Segment Start: Data to process
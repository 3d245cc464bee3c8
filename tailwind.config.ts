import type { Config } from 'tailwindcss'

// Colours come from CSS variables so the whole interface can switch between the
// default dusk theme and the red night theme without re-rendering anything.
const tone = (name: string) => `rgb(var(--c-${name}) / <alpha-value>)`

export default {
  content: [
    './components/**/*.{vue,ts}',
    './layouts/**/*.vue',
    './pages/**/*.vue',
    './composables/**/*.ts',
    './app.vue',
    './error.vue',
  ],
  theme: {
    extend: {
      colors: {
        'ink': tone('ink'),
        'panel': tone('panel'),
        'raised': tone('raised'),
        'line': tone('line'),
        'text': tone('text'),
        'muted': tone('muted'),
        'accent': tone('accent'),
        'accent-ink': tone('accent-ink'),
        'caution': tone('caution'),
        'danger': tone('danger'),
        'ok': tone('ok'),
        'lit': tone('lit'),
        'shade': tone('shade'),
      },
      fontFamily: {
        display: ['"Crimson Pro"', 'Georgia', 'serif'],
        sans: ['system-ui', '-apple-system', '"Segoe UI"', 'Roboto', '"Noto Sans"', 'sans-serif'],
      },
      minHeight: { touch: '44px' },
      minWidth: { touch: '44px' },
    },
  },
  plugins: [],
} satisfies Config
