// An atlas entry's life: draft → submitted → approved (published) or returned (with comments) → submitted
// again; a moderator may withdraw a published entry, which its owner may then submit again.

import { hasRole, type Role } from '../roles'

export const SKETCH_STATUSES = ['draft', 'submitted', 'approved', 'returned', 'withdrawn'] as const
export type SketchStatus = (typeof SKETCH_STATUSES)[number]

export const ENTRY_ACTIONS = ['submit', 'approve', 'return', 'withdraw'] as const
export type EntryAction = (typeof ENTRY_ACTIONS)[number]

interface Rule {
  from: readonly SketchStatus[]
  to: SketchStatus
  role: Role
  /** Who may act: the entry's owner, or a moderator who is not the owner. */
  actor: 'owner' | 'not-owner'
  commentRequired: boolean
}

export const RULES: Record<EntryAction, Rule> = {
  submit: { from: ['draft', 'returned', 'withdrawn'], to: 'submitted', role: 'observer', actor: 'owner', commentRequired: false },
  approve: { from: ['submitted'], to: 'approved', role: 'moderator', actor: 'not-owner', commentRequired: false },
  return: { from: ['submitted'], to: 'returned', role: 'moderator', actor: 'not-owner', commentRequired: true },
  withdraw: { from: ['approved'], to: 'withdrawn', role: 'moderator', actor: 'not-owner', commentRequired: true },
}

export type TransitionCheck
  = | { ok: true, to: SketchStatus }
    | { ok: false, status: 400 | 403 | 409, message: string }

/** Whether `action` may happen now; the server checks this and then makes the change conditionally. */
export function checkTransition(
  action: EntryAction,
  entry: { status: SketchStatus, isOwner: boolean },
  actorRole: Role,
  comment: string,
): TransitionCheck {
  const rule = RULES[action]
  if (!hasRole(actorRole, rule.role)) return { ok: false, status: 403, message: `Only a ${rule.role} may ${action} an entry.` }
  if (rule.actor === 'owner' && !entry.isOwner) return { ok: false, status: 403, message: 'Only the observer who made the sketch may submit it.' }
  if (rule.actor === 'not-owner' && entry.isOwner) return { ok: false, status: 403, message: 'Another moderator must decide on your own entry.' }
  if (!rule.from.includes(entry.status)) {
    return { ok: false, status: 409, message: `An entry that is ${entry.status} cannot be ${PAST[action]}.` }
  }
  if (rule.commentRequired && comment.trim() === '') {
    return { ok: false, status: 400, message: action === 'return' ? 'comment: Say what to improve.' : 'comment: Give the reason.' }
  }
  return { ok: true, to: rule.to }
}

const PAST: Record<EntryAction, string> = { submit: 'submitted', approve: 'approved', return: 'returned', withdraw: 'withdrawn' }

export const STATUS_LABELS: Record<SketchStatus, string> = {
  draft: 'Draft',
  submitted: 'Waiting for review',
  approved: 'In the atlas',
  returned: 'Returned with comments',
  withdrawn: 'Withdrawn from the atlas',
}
Segment End: Data to process
*About this exercise*:
Every entry, from first to last, is to be reproduced exactly.

*Response*:
repository 3d245cc464bee3c8
filename tailwind.config.ts
import type { Config } from 'tailwindcss'

// Colours come from CSS variables so the whole interface can switch between the
// default dusk theme and the red night theme without re-rendering anything.
const tone = (name: string) => `rgb(var(--c-${name}) / <alpha-value>)`

export default {
  content: [
    './components/**/*.{vue,ts}',
    './layouts/**/*.vue',
    './pages/**/*.vue',
    './composables/**/*.ts',
    './app.vue',
    './error.vue',
  ],
  theme: {
    extend: {
      colors: {
        'ink': tone('ink'),
        'panel': tone('panel'),
        'raised': tone('raised'),
        'line': tone('line'),
        'text': tone('text'),
        'muted': tone('muted'),
        'accent': tone('accent'),
        'accent-ink': tone('accent-ink'),
        'caution': tone('caution'),
        'danger': tone('danger'),
        'ok': tone('ok'),
        'lit': tone('lit'),
        'shade': tone('shade'),
      },
      fontFamily: {
        display: ['"Crimson Pro"', 'Georgia', 'serif'],
        sans: ['system-ui', '-apple-system', '"Segoe UI"', 'Roboto', '"Noto Sans"', 'sans-serif'],
      },
      minHeight: { touch: '44px' },
      minWidth: { touch: '44px' },
    },
  },
  plugins: [],
} satisfies Config
// An atlas entry's life: draft → submitted → approved (published) or returned (with comments) → submitted
// again; a moderator may withdraw a published entry, which its owner may then submit again.

import { hasRole, type Role } from '../roles'

export const SKETCH_STATUSES = ['draft', 'submitted', 'approved', 'returned', 'withdrawn'] as const
export type SketchStatus = (typeof SKETCH_STATUSES)[number]

export const ENTRY_ACTIONS = ['submit', 'approve', 'return', 'withdraw'] as const
export type EntryAction = (typeof ENTRY_ACTIONS)[number]

interface Rule {
  from: readonly SketchStatus[]
  to: SketchStatus
  role: Role
  /** Who may act: the entry's owner, or a moderator who is not the owner. */
  actor: 'owner' | 'not-owner'
  commentRequired: boolean
}

export const RULES: Record<EntryAction, Rule> = {
  submit: { from: ['draft', 'returned', 'withdrawn'], to: 'submitted', role: 'observer', actor: 'owner', commentRequired: false },
  approve: { from: ['submitted'], to: 'approved', role: 'moderator', actor: 'not-owner', commentRequired: false },
  return: { from: ['submitted'], to: 'returned', role: 'moderator', actor: 'not-owner', commentRequired: true },
  withdraw: { from: ['approved'], to: 'withdrawn', role: 'moderator', actor: 'not-owner', commentRequired: true },
}

export type TransitionCheck
  = | { ok: true, to: SketchStatus }
    | { ok: false, status: 400 | 403 | 409, message: string }

/** Whether `action` may happen now; the server checks this and then makes the change conditionally. */
export function checkTransition(
  action: EntryAction,
  entry: { status: SketchStatus, isOwner: boolean },
  actorRole: Role,
  comment: string,
): TransitionCheck {
  const rule = RULES[action]
  if (!hasRole(actorRole, rule.role)) return { ok: false, status: 403, message: `Only a ${rule.role} may ${action} an entry.` }
  if (rule.actor === 'owner' && !entry.isOwner) return { ok: false, status: 403, message: 'Only the observer who made the sketch may submit it.' }
  if (rule.actor === 'not-owner' && entry.isOwner) return { ok: false, status: 403, message: 'Another moderator must decide on your own entry.' }
  if (!rule.from.includes(entry.status)) {
    return { ok: false, status: 409, message: `An entry that is ${entry.status} cannot be ${PAST[action]}.` }
  }
  if (rule.commentRequired && comment.trim() === '') {
    return { ok: false, status: 400, message: action === 'return' ? 'comment: Say what to improve.' : 'comment: Give the reason.' }
  }
  return { ok: true, to: rule.to }
}

const PAST: Record<EntryAction, string> = { submit: 'submitted', approve: 'approved', return: 'returned', withdraw: 'withdrawn' }

export const STATUS_LABELS: Record<SketchStatus, string> = {
  draft: 'Draft',
  submitted: 'Waiting for review',
  approved: 'In the atlas',
  returned: 'Returned with comments',
  withdrawn: 'Withdrawn from the atlas',
}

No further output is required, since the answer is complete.